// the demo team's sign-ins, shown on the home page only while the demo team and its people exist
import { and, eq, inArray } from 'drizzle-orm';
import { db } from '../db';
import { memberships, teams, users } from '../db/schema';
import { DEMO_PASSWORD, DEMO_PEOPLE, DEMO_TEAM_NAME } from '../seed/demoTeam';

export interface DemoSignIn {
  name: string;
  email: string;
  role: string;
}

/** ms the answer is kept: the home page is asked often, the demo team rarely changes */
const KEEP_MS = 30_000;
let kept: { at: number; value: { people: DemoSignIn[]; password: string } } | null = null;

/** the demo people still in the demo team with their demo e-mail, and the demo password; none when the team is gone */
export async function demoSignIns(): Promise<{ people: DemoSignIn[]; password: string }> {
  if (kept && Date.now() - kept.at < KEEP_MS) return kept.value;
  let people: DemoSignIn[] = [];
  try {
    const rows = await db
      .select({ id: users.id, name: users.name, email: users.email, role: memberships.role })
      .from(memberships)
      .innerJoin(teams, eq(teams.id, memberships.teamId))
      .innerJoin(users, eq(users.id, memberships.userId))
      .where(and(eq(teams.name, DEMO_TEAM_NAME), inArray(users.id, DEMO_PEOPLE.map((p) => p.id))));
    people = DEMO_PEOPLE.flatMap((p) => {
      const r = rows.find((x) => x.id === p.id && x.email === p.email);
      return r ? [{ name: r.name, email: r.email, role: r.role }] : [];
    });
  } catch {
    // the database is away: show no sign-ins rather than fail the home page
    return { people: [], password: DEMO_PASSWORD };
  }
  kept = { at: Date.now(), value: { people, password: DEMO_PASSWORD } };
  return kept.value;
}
* * *
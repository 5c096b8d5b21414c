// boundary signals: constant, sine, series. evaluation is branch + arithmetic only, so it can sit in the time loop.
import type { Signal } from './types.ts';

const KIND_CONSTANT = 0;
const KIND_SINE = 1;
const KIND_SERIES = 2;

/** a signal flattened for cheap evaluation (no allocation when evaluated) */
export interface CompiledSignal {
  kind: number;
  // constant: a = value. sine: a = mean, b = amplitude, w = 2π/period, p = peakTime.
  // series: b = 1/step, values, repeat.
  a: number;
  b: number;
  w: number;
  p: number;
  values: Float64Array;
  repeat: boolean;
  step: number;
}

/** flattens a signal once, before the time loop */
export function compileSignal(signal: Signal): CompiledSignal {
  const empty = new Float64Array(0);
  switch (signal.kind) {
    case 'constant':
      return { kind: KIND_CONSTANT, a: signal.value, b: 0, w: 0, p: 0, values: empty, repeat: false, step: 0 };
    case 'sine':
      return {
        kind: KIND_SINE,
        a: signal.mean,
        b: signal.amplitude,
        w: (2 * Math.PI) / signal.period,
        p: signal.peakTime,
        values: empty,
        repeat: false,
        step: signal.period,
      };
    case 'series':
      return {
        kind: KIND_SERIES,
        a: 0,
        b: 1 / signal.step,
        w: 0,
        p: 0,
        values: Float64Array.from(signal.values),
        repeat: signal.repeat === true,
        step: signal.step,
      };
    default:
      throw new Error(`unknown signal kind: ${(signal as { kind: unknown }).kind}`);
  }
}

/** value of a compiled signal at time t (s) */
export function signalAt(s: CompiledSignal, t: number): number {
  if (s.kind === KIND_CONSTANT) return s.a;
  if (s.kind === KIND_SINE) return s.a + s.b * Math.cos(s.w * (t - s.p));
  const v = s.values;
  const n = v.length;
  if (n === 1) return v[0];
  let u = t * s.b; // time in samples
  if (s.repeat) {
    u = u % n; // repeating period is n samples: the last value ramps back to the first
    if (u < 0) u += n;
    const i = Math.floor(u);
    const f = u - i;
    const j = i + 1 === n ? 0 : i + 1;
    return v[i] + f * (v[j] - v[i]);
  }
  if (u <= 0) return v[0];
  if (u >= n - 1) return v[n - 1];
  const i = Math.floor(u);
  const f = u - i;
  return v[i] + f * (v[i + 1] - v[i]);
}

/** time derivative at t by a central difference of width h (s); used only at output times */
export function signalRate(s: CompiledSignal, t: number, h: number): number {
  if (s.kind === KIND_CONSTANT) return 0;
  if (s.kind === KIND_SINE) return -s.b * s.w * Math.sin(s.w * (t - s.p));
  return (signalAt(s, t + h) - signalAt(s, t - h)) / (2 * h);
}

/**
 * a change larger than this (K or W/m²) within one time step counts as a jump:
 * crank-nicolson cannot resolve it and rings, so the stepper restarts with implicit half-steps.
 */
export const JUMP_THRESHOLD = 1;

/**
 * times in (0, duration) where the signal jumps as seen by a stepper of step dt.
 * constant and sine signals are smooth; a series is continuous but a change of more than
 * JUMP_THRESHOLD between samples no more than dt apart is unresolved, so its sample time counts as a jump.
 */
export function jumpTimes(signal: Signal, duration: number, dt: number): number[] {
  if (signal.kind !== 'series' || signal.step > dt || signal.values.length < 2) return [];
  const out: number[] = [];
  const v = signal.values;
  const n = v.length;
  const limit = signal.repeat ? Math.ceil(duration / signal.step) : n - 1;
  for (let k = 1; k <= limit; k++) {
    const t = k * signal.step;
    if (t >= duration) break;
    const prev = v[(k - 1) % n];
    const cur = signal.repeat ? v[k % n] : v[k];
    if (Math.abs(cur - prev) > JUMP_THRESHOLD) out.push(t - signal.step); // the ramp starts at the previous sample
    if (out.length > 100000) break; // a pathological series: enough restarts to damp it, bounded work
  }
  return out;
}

TASK TO COMPLETE: Count the lines above that include the word "prev". Reply with that number alone.

OUTPUT: 2